Socializing
Not exactly my favorite word, socializing. Whilst I'm far from being a complete introvert, the thought of going out with people always awakes an uneasy feeling in me. Don't get me wrong, I can chat and small talk with the best of them. I have funny stories, I joke, I flirt, I have opinions on just about everything (and BOY, do I have opinions!!!), I can be serious...
Still, no matter which way I turn it, if given the choice, I'd stay home and enjoy my own company.
The reason for this post? I've just returned from an evening out with most of the old MRO IT department. We went out to celebrate the VP of IT's last day in Bedford. He is staying with IBM but moving to North Carolina to start a new job there. My boss boss (as I like to call him because he's my manager's manager) is one of those people who is exceptionally human, even though he was way high up in the company hierarchy. I remember when I applied for this job over a year ago - at that point all I wanted was ANY job just so long as it was in the US. After interviewing with him over the phone, I was totally sold on the job itself though.
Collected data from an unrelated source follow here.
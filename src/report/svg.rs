//! Writes SVG.
//!
//! Format facts (SVG 1.1): coordinates grow to the right and downwards; text and attributes escape
//! &, <, > and quotes; images lie in the file as base64.

use std::fmt::Write as _;

use base64::Engine as _;
use base64::engine::general_purpose::STANDARD;

use super::{About, POINTS_PER_MM, TEXT_PT};

/// Colour of axes and text.
pub(super) const INK: &str = "#222222";
/// Colour of the lines of the grid.
pub(super) const GRID: &str = "#e4e4e4";

/// Where a text ends at its place.
#[derive(Clone, Copy, Debug, PartialEq, Eq)]
pub(super) enum Anchor {
    Start,
    Middle,
    End,
}

/// Which way a text runs.
#[derive(Clone, Copy, Debug, PartialEq, Eq)]
pub(super) enum Run {
    Across,
    Upwards,
}

/// A drawing of a size in points.
pub(super) struct Svg {
    body: String,
    size_pt: [f64; 2],
}

impl Svg {
    /// An empty drawing, white.
    pub(super) fn new(size_pt: [f64; 2]) -> Self {
        let mut svg = Self {
            body: String::new(),
            size_pt,
        };
        svg.put(&format!(
            r##"<rect width="{}" height="{}" fill="#ffffff"/>"##,
            short(size_pt[0]),
            short(size_pt[1])
        ));
        svg
    }

    fn put(&mut self, element: &str) {
        self.body.push_str(element);
        self.body.push('\n');
    }

    /// A straight line.
    pub(super) fn line(&mut self, from: [f64; 2], to: [f64; 2], colour: &str, width_pt: f64) {
        self.put(&format!(
            r#"<line x1="{}" y1="{}" x2="{}" y2="{}" stroke="{colour}" stroke-width="{}"/>"#,
            short(from[0]),
            short(from[1]),
            short(to[0]),
            short(to[1]),
            short(width_pt)
        ));
    }

    /// A line through points.
    pub(super) fn path(&mut self, points: &[[f64; 2]], colour: &str, width_pt: f64) {
        let mut d = String::new();
        for (n, [x, y]) in points.iter().enumerate() {
            let letter = if n == 0 { 'M' } else { 'L' };
            // Writing to a string cannot fail.
            let _ = write!(d, "{letter}{} {}", short(*x), short(*y));
        }
        self.put(&format!(
            r#"<path d="{d}" fill="none" stroke="{colour}" stroke-width="{}" stroke-linejoin="round" stroke-linecap="round"/>"#,
            short(width_pt)
        ));
    }

    /// Straight pieces of lines.
    pub(super) fn pieces(&mut self, pieces: &[[[f64; 2]; 2]], colour: &str, width_pt: f64) {
        let mut d = String::new();
        for [from, to] in pieces {
            // Writing to a string cannot fail.
            let _ = write!(
                d,
                "M{} {}L{} {}",
                short(from[0]),
                short(from[1]),
                short(to[0]),
                short(to[1])
            );
        }
        self.put(&format!(
            r#"<path d="{d}" fill="none" stroke="{colour}" stroke-width="{}" stroke-linecap="round"/>"#,
            short(width_pt)
        ));
    }

    /// A point.
    pub(super) fn dot(&mut self, at: [f64; 2], colour: &str, radius_pt: f64) {
        self.put(&format!(
            r#"<circle cx="{}" cy="{}" r="{}" fill="{colour}"/>"#,
            short(at[0]),
            short(at[1]),
            short(radius_pt)
        ));
    }

    /// The outline of a rectangle.
    pub(super) fn frame(&mut self, [x, y]: [f64; 2], [width, height]: [f64; 2]) {
        self.put(&format!(
            r#"<rect x="{}" y="{}" width="{}" height="{}" fill="none" stroke="{INK}" stroke-width="0.6"/>"#,
            short(x),
            short(y),
            short(width),
            short(height)
        ));
    }

    /// Text; the height of its place is that of its base line.
    pub(super) fn text(&mut self, at: [f64; 2], text: &str, anchor: Anchor, run: Run) {
        let anchor = match anchor {
            Anchor::Start => "",
            Anchor::Middle => r#" text-anchor="middle""#,
            Anchor::End => r#" text-anchor="end""#,
        };
        let (x, y) = (short(at[0]), short(at[1]));
        let turned = match run {
            Run::Across => String::new(),
            Run::Upwards => format!(r#" transform="rotate(-90 {x} {y})""#),
        };
        self.put(&format!(
            r#"<text x="{x}" y="{y}"{anchor}{turned}>{}</text>"#,
            escaped(text)
        ));
    }

    /// A picture of pixels (PNG).
    pub(super) fn image(&mut self, [x, y]: [f64; 2], [width, height]: [f64; 2], png: &[u8]) {
        self.put(&format!(
            r#"<image x="{}" y="{}" width="{}" height="{}" preserveAspectRatio="none" image-rendering="optimizeSpeed" xlink:href="data:image/png;base64,{}"/>"#,
            short(x),
            short(y),
            short(width),
            short(height),
            STANDARD.encode(png)
        ));
    }

    /// The whole file.
    pub(super) fn finish(self, about: &About) -> String {
        let [width, height] = self.size_pt;
        format!(
            concat!(
                r#"<svg xmlns="http://www.w3.org/2000/svg" xmlns:xlink="http://www.w3.org/1999/xlink" "#,
                r#"width="{}mm" height="{}mm" viewBox="0 0 {} {}" "#,
                r#"font-family="DejaVu Sans, Verdana, sans-serif" font-size="{}" fill="{}">"#,
                "\n<title>{}</title>\n<desc>{}</desc>\n{}</svg>\n"
            ),
            short(width / POINTS_PER_MM),
            short(height / POINTS_PER_MM),
            short(width),
            short(height),
            short(TEXT_PT),
            INK,
            escaped(&about.title),
            escaped(&about.description),
            self.body
        )
    }
}

/// A number with at most two decimals.
fn short(value: f64) -> String {
    let text = format!("{value:.2}");
    let text = text.trim_end_matches('0').trim_end_matches('.');
    if text == "-0" {
        "0".to_owned()
    } else {
        text.to_owned()
    }
}

fn escaped(text: &str) -> String {
    text.replace('&', "&amp;")
        .replace('<', "&lt;")
        .replace('>', "&gt;")
        .replace('"', "&quot;")
}

#[cfg(test)]
mod tests {
    use super::*;

    #[test]
    fn text_is_escaped_and_numbers_are_short() {
        let mut svg = Svg::new([100.0, 50.0]);
        svg.text([1.0, 2.25], "a<b & \"c\"", Anchor::End, Run::Across);
        let text = svg.finish(&About::default());
        assert!(text.contains(r#"x="1" y="2.25" text-anchor="end">a&lt;b &amp; &quot;c&quot;<"#));
        assert!(text.contains(r#"width="35.28mm""#), "{text}");
        assert_eq!(short(-0.001), "0");
    }
}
For the brief 25 minutes we spoke, he must have mentioned "the people", "the team", "the guys" hundreds of times. It seemed to me at the time like that was all he was about. The people. Coming from a department where the boss boss couldn't give a shit about people (old accountant, all that matters is money and numbers) this was as refreshing as summer rain. He actually made me WANT the job because I knew I'd be working for him. And he didn't let me down. In the past 13 months, he has been the glue that held this thinning department together. Everyone was mad at IBM but everyone wanted to do well by him so we continued to work hard and do our jobs, knowing fully well we'd be terminated a few months down the road. I haven't met many people like that in my life.
I've worked for even fewer. In fact, the total runs to 3 people, including him. Three people I enjoyed working with/for, three people I was proud to represent, three people I truly, honestly respected professionally in every sense of the word.
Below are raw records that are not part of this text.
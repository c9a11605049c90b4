//! What the numbers of a run say. Works on series; needs no model.

pub mod regression;
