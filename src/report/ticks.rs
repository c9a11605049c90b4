//! Where the ticks of an axis are.
//!
//! What: round numbers within a range, about as many as fit.
//! Equation: the step is the number of the list {1, 2, 5} times a power of ten (for degrees {1, 2, 5,
//! 10, 15, 30, 45, 60, 90}) that comes nearest, in ratio, to the range divided by the number of
//! intervals that fit.
//! Source: Heckbert 1990, "Nice numbers for graph labels", in Graphics Gems (memory), with ticks kept
//! inside the range.

/// Most ticks that are ever set, a guard against ranges of no size.
const MOST: usize = 200;
/// Steps of angles, degrees.
const DEGREES: [f64; 9] = [1.0, 2.0, 5.0, 10.0, 15.0, 30.0, 45.0, 60.0, 90.0];

/// Ticks of an axis.
#[derive(Clone, Debug, PartialEq)]
pub(super) struct Ticks {
    /// Their places.
    pub(super) values: Vec<f64>,
    /// Decimals that tell them apart.
    pub(super) decimals: usize,
}

/// Which steps are round.
#[derive(Clone, Copy, Debug, PartialEq, Eq)]
pub(super) enum Round {
    /// 1, 2, 5 times powers of ten.
    Decimal,
    /// Parts of a circle.
    Degrees,
}

/// The step nearest to `wanted`.
pub(super) fn step(wanted: f64, round: Round) -> f64 {
    if !(wanted > 0.0 && wanted.is_finite()) {
        return 1.0;
    }
    let power = 10.0_f64.powf(wanted.log10().floor());
    let decimal = [1.0, 2.0, 5.0, 10.0].map(|n| n * power);
    let list: &[f64] = match round {
        // Below one degree a circle is divided like any other number.
        Round::Degrees if wanted >= 1.0 => &DEGREES,
        _ => &decimal,
    };
    let distance = |step: &f64| (step / wanted).ln().abs();
    let nearest = list
        .iter()
        .min_by(|a, b| distance(a).total_cmp(&distance(b)));
    nearest.copied().unwrap_or(1.0)
}

/// Ticks within a range, about `intervals` apart.
pub(super) fn ticks(range: [f64; 2], intervals: f64, round: Round) -> Ticks {
    let [low, high] = range;
    let step = step((high - low) / intervals.max(1.0), round);
    #[expect(
        clippy::cast_possible_truncation,
        clippy::cast_sign_loss,
        reason = "at least 0 and at most 300, the smallest power of ten"
    )]
    let decimals = (-(step.log10() + 1e-9).floor()).max(0.0) as usize;
    // Ends that are missed by rounding only are kept.
    let slack = 1e-9 * step;
    let first = ((low - slack) / step).ceil();
    let values = (0..MOST)
        .map(|n| (first + n as f64) * step)
        .take_while(|value| *value <= high + slack)
        .collect();
    Ticks { values, decimals }
}

#[cfg(test)]
mod tests {
    use super::*;

    #[test]
    fn analytic_ticks_are_round_and_inside() {
        let of = |low, high, n| ticks([low, high], n, Round::Decimal);
        assert_eq!(
            of(0.0, 1000.0, 5.0).values,
            [0.0, 200.0, 400.0, 600.0, 800.0, 1000.0]
        );
        let tenths = of(-0.06, 0.21, 3.0);
        assert_eq!(tenths.decimals, 1);
        assert_eq!(tenths.values.len(), 3);
        assert_eq!(of(22.1, 24.4, 4.0).decimals, 1);
        let degrees = ticks([-90.0, 90.0], 6.0, Round::Degrees).values;
        assert_eq!(degrees, [-90.0, -60.0, -30.0, 0.0, 30.0, 60.0, 90.0]);
        assert_eq!(ticks([0.0, 360.0], 4.0, Round::Degrees).values.len(), 5);
    }

    #[test]
    fn ranges_of_no_size_do_no_harm() {
        assert!(ticks([1.0, 1.0], 5.0, Round::Decimal).values.len() <= 1);
        assert!(
            ticks([f64::NAN, 1.0], 5.0, Round::Decimal)
                .values
                .is_empty()
        );
        assert!(ticks([0.0, 1e300], 5.0, Round::Decimal).values.len() < 10);
    }
}
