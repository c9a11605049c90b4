#!/bin/sh
# Prepares this machine for building: the serial HDF5 library with its headers, and a C compiler.
#
#   scripts/setup.sh        installs what is missing; does and prints nothing if nothing is
#   scripts/setup.sh env    prints HDF5_DIR=... for the build, where the serial HDF5 of Debian and
#                           its kin is installed; nothing elsewhere, or when HDF5_DIR is set
#   scripts/setup.sh readers    installs what `make readers` needs: ncdump, nccopy, venv of Python
#
# On machines with an MPI flavour of HDF5 the default search finds that one first, so the folder
# of the serial flavour is named explicitly.
set -eu

cd "$(dirname "$0")/.."
log=${CARGO_TARGET_DIR:-target}/setup.log

# Folder of the serial HDF5 of Debian and its kin, on any architecture.
serial_dir() {
    triplet=$(dpkg-architecture -qDEB_HOST_MULTIARCH 2>/dev/null) ||
        triplet=$(gcc -dumpmachine 2>/dev/null) ||
        triplet=
    for dir in "/usr/lib/$triplet/hdf5/serial" /usr/lib/*/hdf5/serial; do
        if [ -f "$dir/include/H5pubconf.h" ]; then
            printf '%s\n' "$dir"
            return
        fi
    done
}

has_hdf5() {
    [ -n "${HDF5_DIR:-}" ] || [ -n "$(serial_dir)" ] ||
        pkg-config --exists hdf5 2>/dev/null || [ -f /usr/include/H5pubconf.h ] ||
        { command -v brew && brew --prefix hdf5; } >/dev/null 2>&1
}

# apt-get with the rights to install, quietly; its words go to the log.
install_quietly() {
    mkdir -p "$(dirname "$log")"
    printf 'Installing %s (log: %s) ...\n' "$*" "$log" >&2
    # Without fresh lists the mirror may no longer have the versions that they name.
    if ! {
        $as_root env DEBIAN_FRONTEND=noninteractive apt-get -q update &&
            $as_root env DEBIAN_FRONTEND=noninteractive \
                apt-get -qy --no-install-recommends install "$@"
    } >"$log" 2>&1 </dev/null; then
        cat "$log" >&2
        printf 'setup: could not install %s; the log is above and in %s\n' "$*" "$log" >&2
        exit 1
    fi
}

if [ "${1:-}" = env ]; then
    if [ -z "${HDF5_DIR:-}" ]; then
        dir=$(serial_dir)
        [ -z "$dir" ] || printf 'HDF5_DIR=%s\n' "$dir"
    fi
    exit 0
fi

if ! command -v cargo >/dev/null 2>&1; then
    version=$(sed -n 's/^channel = "\(.*\)"/\1/p' rust-toolchain.toml)
    printf 'setup: cargo is missing; install the Rust toolchain %s with rustup\n' "$version" >&2
    exit 1
fi

missing=
purpose='; or set HDF5_DIR to an HDF5 folder'
if [ "${1:-}" = readers ]; then
    purpose=
    { command -v ncdump && command -v nccopy; } >/dev/null 2>&1 || missing="netcdf-bin "
    python3 -c 'import ensurepip, venv' >/dev/null 2>&1 || missing="${missing}python3-venv"
else
    command -v cc >/dev/null 2>&1 || missing="gcc libc6-dev "
    has_hdf5 || missing="${missing}libhdf5-dev"
fi
[ -n "$missing" ] || exit 0

as_root=
if command -v apt-get >/dev/null 2>&1; then
    if [ "$(id -u)" = 0 ]; then
        # The names are words on purpose.
        # shellcheck disable=SC2086
        install_quietly $missing
        exit 0
    elif sudo -n true >/dev/null 2>&1; then
        as_root="sudo -n"
        # shellcheck disable=SC2086
        install_quietly $missing
        exit 0
    fi
fi
printf 'setup: please install (names as in Debian): %s%s\n' "$missing" "$purpose" >&2
exit 1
To see him leave is like the final curtain, in a way. The definitive "It's over" moment, where you realize nothing can bring back what you used to have, nothing will be the same again. I found a "Thank you" card in a store and wrote a few choice words to let him know how I felt about working for him. The cool thing about it is... I know he will appreciate them, just like he always appreciated me and let me know it.
As for the socializing part - we met up at a bar and just spent about 4 hours talking about heaven knows what. I saw a few people who used to be in the team but aren't anymore and lots of stories were told of the good ole days. We discussed which celebrities we fancied (me: Scott Bakula!!!), what the PanMass challenge was like and other things. Again, all stuff I could talk about without effort and yet, leaving the gathering, I got into my car to suddenly realize I had a throbbing headache.
I blame it on the constant need to smile, mostly. I don't seem to be able to relax my face fully when listening to someone talk. I constantly catch myself smiling and try to stop it but by that time, my face muscles hurt, as does my jaw. So at four hours of constant smiling, plus a lot of talking about things I might or might not care about, no wonder I get headaches. Which in turn makes me uncomfortable when thinking about going out in general. Mind you, this is only an issue when I'm not around friends. Obviously, I won't put on a mask for friends when I go out. I don't have the constant need to be "sociable" when I'm with them - it just happens in a very relaxing way.
Anyway... so much for socializing musings from me. I'm off to bed as my headache isn't getting better and the humid heat outside doesn't help much either. Thank heavens for air con units!